[YOUR OBJECTIVE] When you reach the entries below, transcribe each one exactly as it stands.

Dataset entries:
def zernike(j: int, rho: np.ndarray, theta: np.ndarray) -> np.ndarray:
    """Noll-normalised Zernike polynomial Z_j at polar coordinates on the unit disk.

    Example:
        >>> float(zernike(4, np.array([1.0]), np.array([0.0]))[0]) == 3 ** 0.5  # √3 (2ρ² − 1) at the rim
        True
    """
    n, m = noll_to_nm(j)
    am = abs(m)
    rho = np.asarray(rho, dtype=float)
    radial = np.zeros_like(rho)
    for s in range((n - am) // 2 + 1):  # polynomial terms, not data
        coef = (
            (-1) ** s
            * factorial(n - s)
            / (factorial(s) * factorial((n + am) // 2 - s) * factorial((n - am) // 2 - s))
        )
        radial = radial + coef * rho ** (n - 2 * s)
    if m == 0:
        return np.sqrt(n + 1) * radial
    trig = np.cos(am * np.asarray(theta)) if m > 0 else np.sin(am * np.asarray(theta))
    return np.sqrt(2 * (n + 1)) * radial * trig


def _check(frame: pl.DataFrame, required: Sequence[str], what: str) -> None:
    missing = [c for c in required if c not in frame.columns]
    if missing:
        raise ValueError(
            f"{what}: missing column(s) {', '.join(missing)} (found {', '.join(frame.columns)}, "
            f"expected {', '.join(required)}). Fix: rename or add the column(s) before calling."
        )


def _prepare(
    sites: pl.DataFrame, wafer_key: Sequence[str], value: str, radius_mm: float, what: str
) -> tuple[pl.DataFrame, pl.DataFrame]:
    key = list(wafer_key)
    _check(sites, [*key, "x_mm", "y_mm", value], what)
    s = sites.select(*key, "x_mm", "y_mm", pl.col(value).cast(pl.Float64).alias("_v")).filter(
        pl.col("_v").is_finite() & pl.col("x_mm").is_not_null() & pl.col("y_mm").is_not_null()
    )
    r_max = s.select((pl.col("x_mm") ** 2 + pl.col("y_mm") ** 2).sqrt().max()).item()
    if r_max is not None and r_max > radius_mm * (1 + 1e-9):
        raise ValueError(
            f"{what}: site at radius {r_max:.1f} mm lies outside the wafer (found {r_max:.1f} mm, expected "
            f"≤ {radius_mm:g} mm). Fix: check the site coordinates' unit (mm from the wafer centre) or radius_mm."
        )
    wafers = s.select(key).unique(maintain_order=True).with_row_index("_w")
    return s.join(wafers, on=key, maintain_order="left"), wafers
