"""The weekly review on the demo fab names the tools its injected faults made unhealthy (ground truth).

The truth is the demo's fault list (``DemoData.faults``), the same records ``truth.json`` is written from.
"""

from __future__ import annotations

import polars as pl


def _fault(data, kind):
    return next(f for f in data.faults if f.kind == kind)


def test_weekly_health_demo_default_week_is_the_last_week_with_data(demo_fab, demo_health):
    _, data = demo_fab
    last = data.measurements["measured_at"].max()
    iso = last.isocalendar()  # ISO 8601 week of the newest measurement (Python's calendar)
    assert demo_health.week.label == f"{iso[0]}-W{iso[1]:02d}"


def test_weekly_health_demo_names_the_drifting_cdsem(demo_fab, demo_health):
    drift = _fault(demo_fab[1], "metrology_drift")
    card = demo_health.cdsem.filter(pl.col("monitor_status") == "drift")
    assert card["tool"].to_list() == [drift.metrology_tool]
    # the drift is downward in truth (negative magnitude) and in the fitted rate
    assert drift.magnitude < 0 and card["drift_rate_nm_per_day"][0] < 0
    assert any(
        a.startswith(f"CD-SEM {drift.metrology_tool}: monitor drifting") for a in demo_health.attention
    )


def test_weekly_health_demo_names_the_offset_cdsem_with_its_step(demo_fab, demo_health):
    off = _fault(demo_fab[1], "metrology_offset")
    row = demo_health.cdsem.filter(pl.col("tool") == off.metrology_tool).row(0, named=True)
    assert row["monitor_status"] == "step" and row["offset_flag"]
    # step size within 0.3 nm of the injected offset; the step day is the fault's start day or the next run
    assert abs(row["step_nm"] - off.magnitude) < 0.3
    assert 0 <= (row["step_day"] - off.start.date()).days <= 1
    stepped = demo_health.cdsem.filter(pl.col("monitor_status") == "step")["tool"].to_list()
    assert stepped == [off.metrology_tool]


def test_weekly_health_demo_names_the_inspection_tool_whose_capture_fell(demo_fab, demo_health):
    loss = _fault(demo_fab[1], "capture_loss")
    fell = demo_health.inspection.filter(pl.col("capture_fell"))["tool"].to_list()
    assert fell == [loss.inspection_tool]


def test_weekly_health_demo_worst_ooc_chamber_is_a_faulty_chamber(demo_fab, demo_health):
    _, data = demo_fab
    wk = demo_health.week
    active = {
        (f.process_tool, f.chamber)
        for f in data.faults
        if f.kind in ("chamber_shift", "slow_drift") and f.start < wk.end and f.end > wk.start
    }
    worst = (
        demo_health.process.filter(pl.col("ooc_rate").is_not_null())
        .sort("ooc_rate", descending=True)
        .row(0, named=True)
    )
    assert (worst["process_tool"], worst["chamber"]) in active


def test_weekly_report_demo_names_the_unhealthy_tools(demo_fab, demo_report):
    _, data = demo_fab
    text = demo_report.read_text(encoding="utf-8")
    for kind, attr in (
        ("metrology_drift", "metrology_tool"),
        ("metrology_offset", "metrology_tool"),
        ("capture_loss", "inspection_tool"),
    ):
        assert getattr(_fault(data, kind), attr) in text
    assert "Process chamber" in text and "OOC rate" in text
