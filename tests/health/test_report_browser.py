"""The weekly report renders its plotly charts in headless Chromium with the network cut off (file://)."""

from __future__ import annotations

import shutil

import pytest

FLAGS = [
    "--headless",
    "--no-sandbox",
    "--disable-gpu",
    "--disable-background-networking",
    "--disable-component-update",
    "--disable-sync",
    "--no-first-run",
]


@pytest.mark.browser
def test_weekly_report_charts_render_offline_in_chromium(demo_report):
    exe = shutil.which("chromium") or "/usr/bin/chromium"
    playwright = pytest.importorskip("playwright.sync_api")
    requests = []
    with playwright.sync_playwright() as p:
        browser = p.chromium.launch(executable_path=exe, args=FLAGS)
        try:
            context = browser.new_context(offline=True)
            page = context.new_page()
            page.on("request", lambda r: requests.append(r.url))
            page.goto(demo_report.as_uri())
            page.wait_for_selector(".js-plotly-plot .main-svg", timeout=30000)
            n = page.locator(".js-plotly-plot").count()
            svgs = page.locator(".js-plotly-plot .main-svg").count()
            page.wait_for_timeout(500)  # after the load event
            # each chart fits its grid cell: a chart drawn wider than its cell is cut off at the right
            # (the first chart of a grid was drawn before the second cell existed, over the full width)
            widths = page.evaluate(
                """() => [...document.querySelectorAll('.js-plotly-plot')].map(el => [
                    el.querySelector('.main-svg').getBoundingClientRect().width,
                    el.parentElement.getBoundingClientRect().width])"""
            )
        finally:
            browser.close()
    assert n == 7 and svgs >= 7
    assert all(svg <= cell + 1 for svg, cell in widths), widths
    assert all(u.startswith(("file:", "data:", "blob:", "about:")) for u in requests)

[SOLUTION TO THE EXERCISE]
def zernike(j: int, rho: np.ndarray, theta: np.ndarray) -> np.ndarray:
    """Noll-normalised Zernike polynomial Z_j at polar coordinates on the unit disk.

    Example:
        >>> float(zernike(4, np.array([1.0]), np.array([0.0]))[0]) == 3 ** 0.5  # √3 (2ρ² − 1) at the rim
        True
    """
    n, m = noll_to_nm(j)
    am = abs(m)
    rho = np.asarray(rho, dtype=float)
    radial = np.zeros_like(rho)
    for s in range((n - am) // 2 + 1):  # polynomial terms, not data
        coef = (
            (-1) ** s
            * factorial(n - s)
            / (factorial(s) * factorial((n + am) // 2 - s) * factorial((n - am) // 2 - s))
        )
        radial = radial + coef * rho ** (n - 2 * s)
    if m == 0:
        return np.sqrt(n + 1) * radial
    trig = np.cos(am * np.asarray(theta)) if m > 0 else np.sin(am * np.asarray(theta))
    return np.sqrt(2 * (n + 1)) * radial * trig


def _check(frame: pl.DataFrame, required: Sequence[str], what: str) -> None:
    missing = [c for c in required if c not in frame.columns]
    if missing:
        raise ValueError(
            f"{what}: missing column(s) {', '.join(missing)} (found {', '.join(frame.columns)}, "
            f"expected {', '.join(required)}). Fix: rename or add the column(s) before calling."
        )


def _prepare(
    sites: pl.DataFrame, wafer_key: Sequence[str], value: str, radius_mm: float, what: str
) -> tuple[pl.DataFrame, pl.DataFrame]:
    key = list(wafer_key)
    _check(sites, [*key, "x_mm", "y_mm", value], what)
    s = sites.select(*key, "x_mm", "y_mm", pl.col(value).cast(pl.Float64).alias("_v")).filter(
        pl.col("_v").is_finite() & pl.col("x_mm").is_not_null() & pl.col("y_mm").is_not_null()
    )
    r_max = s.select((pl.col("x_mm") ** 2 + pl.col("y_mm") ** 2).sqrt().max()).item()
    if r_max is not None and r_max > radius_mm * (1 + 1e-9):
        raise ValueError(
            f"{what}: site at radius {r_max:.1f} mm lies outside the wafer (found {r_max:.1f} mm, expected "
            f"≤ {radius_mm:g} mm). Fix: check the site coordinates' unit (mm from the wafer centre) or radius_mm."
        )
    wafers = s.select(key).unique(maintain_order=True).with_row_index("_w")
    return s.join(wafers, on=key, maintain_order="left"), wafers
"""The weekly review on the demo fab names the tools its injected faults made unhealthy (ground truth).

The truth is the demo's fault list (``DemoData.faults``), the same records ``truth.json`` is written from.
"""

from __future__ import annotations

import polars as pl


def _fault(data, kind):
    return next(f for f in data.faults if f.kind == kind)


def test_weekly_health_demo_default_week_is_the_last_week_with_data(demo_fab, demo_health):
    _, data = demo_fab
    last = data.measurements["measured_at"].max()
    iso = last.isocalendar()  # ISO 8601 week of the newest measurement (Python's calendar)
    assert demo_health.week.label == f"{iso[0]}-W{iso[1]:02d}"


def test_weekly_health_demo_names_the_drifting_cdsem(demo_fab, demo_health):
    drift = _fault(demo_fab[1], "metrology_drift")
    card = demo_health.cdsem.filter(pl.col("monitor_status") == "drift")
    assert card["tool"].to_list() == [drift.metrology_tool]
    # the drift is downward in truth (negative magnitude) and in the fitted rate
    assert drift.magnitude < 0 and card["drift_rate_nm_per_day"][0] < 0
    assert any(
        a.startswith(f"CD-SEM {drift.metrology_tool}: monitor drifting") for a in demo_health.attention
    )


def test_weekly_health_demo_names_the_offset_cdsem_with_its_step(demo_fab, demo_health):
    off = _fault(demo_fab[1], "metrology_offset")
    row = demo_health.cdsem.filter(pl.col("tool") == off.metrology_tool).row(0, named=True)
    assert row["monitor_status"] == "step" and row["offset_flag"]
    # step size within 0.3 nm of the injected offset; the step day is the fault's start day or the next run
    assert abs(row["step_nm"] - off.magnitude) < 0.3
    assert 0 <= (row["step_day"] - off.start.date()).days <= 1
    stepped = demo_health.cdsem.filter(pl.col("monitor_status") == "step")["tool"].to_list()
    assert stepped == [off.metrology_tool]


def test_weekly_health_demo_names_the_inspection_tool_whose_capture_fell(demo_fab, demo_health):
    loss = _fault(demo_fab[1], "capture_loss")
    fell = demo_health.inspection.filter(pl.col("capture_fell"))["tool"].to_list()
    assert fell == [loss.inspection_tool]


def test_weekly_health_demo_worst_ooc_chamber_is_a_faulty_chamber(demo_fab, demo_health):
    _, data = demo_fab
    wk = demo_health.week
    active = {
        (f.process_tool, f.chamber)
        for f in data.faults
        if f.kind in ("chamber_shift", "slow_drift") and f.start < wk.end and f.end > wk.start
    }
    worst = (
        demo_health.process.filter(pl.col("ooc_rate").is_not_null())
        .sort("ooc_rate", descending=True)
        .row(0, named=True)
    )
    assert (worst["process_tool"], worst["chamber"]) in active


def test_weekly_report_demo_names_the_unhealthy_tools(demo_fab, demo_report):
    _, data = demo_fab
    text = demo_report.read_text(encoding="utf-8")
    for kind, attr in (
        ("metrology_drift", "metrology_tool"),
        ("metrology_offset", "metrology_tool"),
        ("capture_loss", "inspection_tool"),
    ):
        assert getattr(_fault(data, kind), attr) in text
    assert "Process chamber" in text and "OOC rate" in text
filename tests/health/test_report_browser.py
"""The weekly report renders its plotly charts in headless Chromium with the network cut off (file://)."""

from __future__ import annotations

import shutil

import pytest

FLAGS = [
    "--headless",
    "--no-sandbox",
    "--disable-gpu",
    "--disable-background-networking",
    "--disable-component-update",
    "--disable-sync",
    "--no-first-run",
]


@pytest.mark.browser
def test_weekly_report_charts_render_offline_in_chromium(demo_report):
    exe = shutil.which("chromium") or "/usr/bin/chromium"
    playwright = pytest.importorskip("playwright.sync_api")
    requests = []
    with playwright.sync_playwright() as p:
        browser = p.chromium.launch(executable_path=exe, args=FLAGS)
        try:
            context = browser.new_context(offline=True)
            page = context.new_page()
            page.on("request", lambda r: requests.append(r.url))
            page.goto(demo_report.as_uri())
            page.wait_for_selector(".js-plotly-plot .main-svg", timeout=30000)
            n = page.locator(".js-plotly-plot").count()
            svgs = page.locator(".js-plotly-plot .main-svg").count()
            page.wait_for_timeout(500)  # after the load event
            # each chart fits its grid cell: a chart drawn wider than its cell is cut off at the right
            # (the first chart of a grid was drawn before the second cell existed, over the full width)
            widths = page.evaluate(
                """() => [...document.querySelectorAll('.js-plotly-plot')].map(el => [
                    el.querySelector('.main-svg').getBoundingClientRect().width,
                    el.parentElement.getBoundingClientRect().width])"""
            )
        finally:
            browser.close()
    assert n == 7 and svgs >= 7
    assert all(svg <= cell + 1 for svg, cell in widths), widths
    assert all(u.startswith(("file:", "data:", "blob:", "about:")) for u in requests)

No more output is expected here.